The action on the field of play is just one aspect of the game that can be used as yardstick to measure the true nature of the development of football in Africa. And compared to the abundant talent and skill yet undiscovered on the continent, the growth of the sport is still too slow to ‘jiggy with it.’ Indeed the African game is destined for unimaginable heights when the right elements are coordinated effectively.

Soccer is no more about how well players can roll the ball or smack it into the net. It is business, about the only business that continues to attract huge investments in the form of purchase and payment to players and provision of logistics. How many manufacturing companies can afford to pay a single person over US$100,000.00 per week? This is the kind of money being splashed on players to have them play for clubs.

Naturally with this huge amount of investment, management is one aspect of the game that should not be trifled with and this sound management is what has made wonders for the game in Europe, Asia and the Americas.

Can we say the same for Africa, where front runners in the management of the game have portrayed themselves as the know-alls whose decisions should not be questioned? Is this not what is putting the African game into tatters? Investment is needed to provide the logistics that will provide the sport with the wings to take off but organizations are still hesitant in their decisions to put up their money.

And I dare say that the decision of CAF to punish footballers who win the African footballer of the year award but not able to attend the award ceremony by denying them the award, is just an example of the erratic decisions in African football.

If the winner of the award is decided by a plebiscite of national team coaches of the 53 members of CAF, what right has the president of the organization to take the award from any player who wins but was unable to attend the award ceremony for very important reason as in the case of Didier Drogba, who was allegedly denied the 2007 award because he refused to travel to Togo for the ceremony.

That is not to say that Mali international, Fredi Kanoute who eventually won the award did not deserve the prize, but Drogba had a crucial quarterfinal game 48 hours after the ceremony and the last thing he needed were distractions, and attending the ceremony would have provided plenty.

The ceremony is to recognize and award players for their contribution to the game in Africa, CAF should therefore consider the timing when the players would be available not when they are seriously engaged in a tournament.

A decade ago, countries had literally been forced to drag players from their bases in Europe just to feature for the national teams and even then when these players were finally hauled to the tournament they did not commit themselves.

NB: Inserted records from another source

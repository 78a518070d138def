"""Registration of a curved hull side on a tape grid, tested on a scene rendered by ray casting.

Independent of wetmap: its own geometry (a hull cross-section of a flat bottom panel, a
circular bilge turn and a flat topside, extruded along the hull), its own pinhole camera
(Hartley & Zisserman, *Multiple View Geometry*, 2nd ed., section 6.1: ``x = K [R | -R C] X``)
and its own band radiance (Planck's law integrated with ``scipy.integrate.quad`` using
``scipy.constants``). All values are invented for the test.

Hull coordinates (metres): ``X`` station along the hull, ``Y`` outboard from the centre
line (this side positive), ``Z`` up from the keel. The developed plan is ``(station, girth)``
with the girth ``s`` measured along the skin from the keel.

What is checked, and against what: the wet area and outline against the patches drawn on the
developed plan (acceptance figures of the project: area within 10 %, IoU >= 0.8, each patch
found once); placement against the renderer's own projection of the skin (pinhole model,
Hartley & Zisserman); viewing angles against the renderer's vector geometry; Fresnel
emissivity against Snell's law and the angle form of the Fresnel equations (Born & Wolf,
Principles of Optics, 1.5.2); the band integration against the Stefan-Boltzmann law
(scipy.constants). Piecewise models: piecewise-affine on a Delaunay triangulation, thin-plate
spline (Bookstein 1989, IEEE PAMI 11(6)). The bundled flat samples against their figures before
this registration (1 %).
"""

from __future__ import annotations

import json
import math
from dataclasses import dataclass
from functools import lru_cache
from pathlib import Path

import numpy as np
import shapely
from scipy import constants, integrate

# ----- the hull cross-section ---------------------------------------------------------

DEADRISE_DEG = 15.0      # bottom panel rises this much from horizontal
BOTTOM_M = 0.40          # girth of the flat bottom panel
BILGE_R_M = 0.90         # radius of the bilge turn
SHEER_GIRTH_M = 2.70     # girth at the sheer (the skin ends there)
STATIONS_M = (-1.0, 7.0)  # the rendered hull runs between these stations
GROUND_Z_M = -0.7        # the yard under the keel

_B = math.radians(DEADRISE_DEG)
_A = np.array([math.cos(_B), math.sin(_B)])            # bottom panel direction (Y, Z)
_P1 = BOTTOM_M * _A                                    # start of the bilge turn
_C = _P1 + BILGE_R_M * np.array([-math.sin(_B), math.cos(_B)])  # centre of the turn
BILGE_END_M = BOTTOM_M + BILGE_R_M * (math.pi / 2 - _B)  # girth where the topside starts (vertical)
_P2 = _C + BILGE_R_M * np.array([1.0, 0.0])
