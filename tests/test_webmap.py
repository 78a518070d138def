"""map.html: self-contained, drawn by a real browser with no network, aligned with the plan.

The browser checks run Debian's ``chromium`` headless (``.ci/run`` installs it) with every
background service off and all traffic sent to a closed local port, and talk to it over
the DevTools protocol (a websocket on 127.0.0.1, through tornado, which wetmap already
depends on via ``distributed``). They are skipped only when chromium is not installed.

The bundled sample (an invented warehouse roof) is run into pytest's tmp folders; the
sample folder itself is never written to.
"""

from __future__ import annotations

import asyncio
import json
import os
import re
import shutil
import signal
import subprocess
import time
import urllib.request
from pathlib import Path

import numpy as np
import pytest
import shapely

from wetmap.export import webmap
from wetmap.pipeline import run_survey

SAMPLE = Path(__file__).resolve().parents[1] / "sample_surveys" / "warehouse_roof"

CHROMIUM_FLAGS = (
    "--headless", "--no-sandbox", "--disable-gpu", "--disable-quic", "--no-first-run",
    "--disable-background-networking", "--disable-component-update", "--disable-sync",
    "--disable-default-apps", "--disable-extensions", "--hide-scrollbars", "--window-size=1400,900",
    # networking disabled: every request would go to a closed port and no name resolves
    "--proxy-server=http://127.0.0.1:9", "--host-resolver-rules=MAP * ~NOTFOUND",
)


# --------------------------------------------------------------------------------------
# Fixtures
# --------------------------------------------------------------------------------------


@pytest.fixture(scope="module")
def local_run(tmp_path_factory):
    """A copy of the sample as a ``local`` plan with a 6 x 5 m hole in its thermal data.

    Equals the sample except ``crs = "local"`` (plan metres, no geo-reference) and the
    mosaic set to nodata over x 512318-512324, y 5463125-5463130 (inside section A, away
    from every anomaly): that part of the roof must be drawn as not surveyed.
    """
    import rasterio

    folder = tmp_path_factory.mktemp("webmap_local") / "survey"
    shutil.copytree(SAMPLE, folder, ignore=shutil.ignore_patterns("results"))
    toml = folder / "survey.toml"
    toml.write_text(toml.read_text(encoding="utf-8").replace('crs = "EPSG:32633"', 'crs = "local"'),
                    encoding="utf-8")
    tif = folder / "thermal" / "roof_pass1.tif"
    with rasterio.open(tif, "r+") as ds:
        data = ds.read(1)
        rows, cols = rasterio.transform.rowcol(ds.transform, [512318.0, 512324.0], [5463130.0, 5463125.0])
        data[rows[0]:rows[1], cols[0]:cols[1]] = ds.nodata
        ds.write(data, 1)
    result = run_survey(folder, out=folder.parent / "r")
    return result, folder.parent / "r"


# --------------------------------------------------------------------------------------
# A small DevTools-protocol client
# --------------------------------------------------------------------------------------


def _chromium() -> str:
    for name in ("chromium", "chromium-browser"):
        path = shutil.which(name)
        if path:
            return path
    pytest.skip("chromium is not installed (.ci/run installs Debian's chromium package)")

The situation is different today with players defying not only persuasions but also threats from their European and Asian clubs to join their national teams for the Nations Cup tournament. Let us not forget that the presence of the foreign-based players is a huge contributing factor that raised the level of the game at Ghana 2008.

A lot of decisions truly rest with the CAF president and his executive committee, but we hope he does not get drunk by that power to the point where the decisions they take are intended to satisfy their ego, rather than the entire continent.

We saw the rapport amongst players and amongst fans at Ghana 2008, which reinforces that sports can be used not only to unite and bring peace to Africa but also the much needed development.

For once, plans for developing Africa by using football or sports in general must leave the drawing board to the implementation stage. The human resource is there and I dare say capital is also available. We just need effective leadership to develop the local leagues so that players playing locally could earn equal respect from foreign national coaches just like their foreign-based counterparts.

Hopefully the 27th edition of the Nations Cup in Angola 2010 would open the gates for the African game even further to justify the hosting of the World Cup in South Africa months later, where the entire continent would be hoping an African team would win the golden trophy for the first time.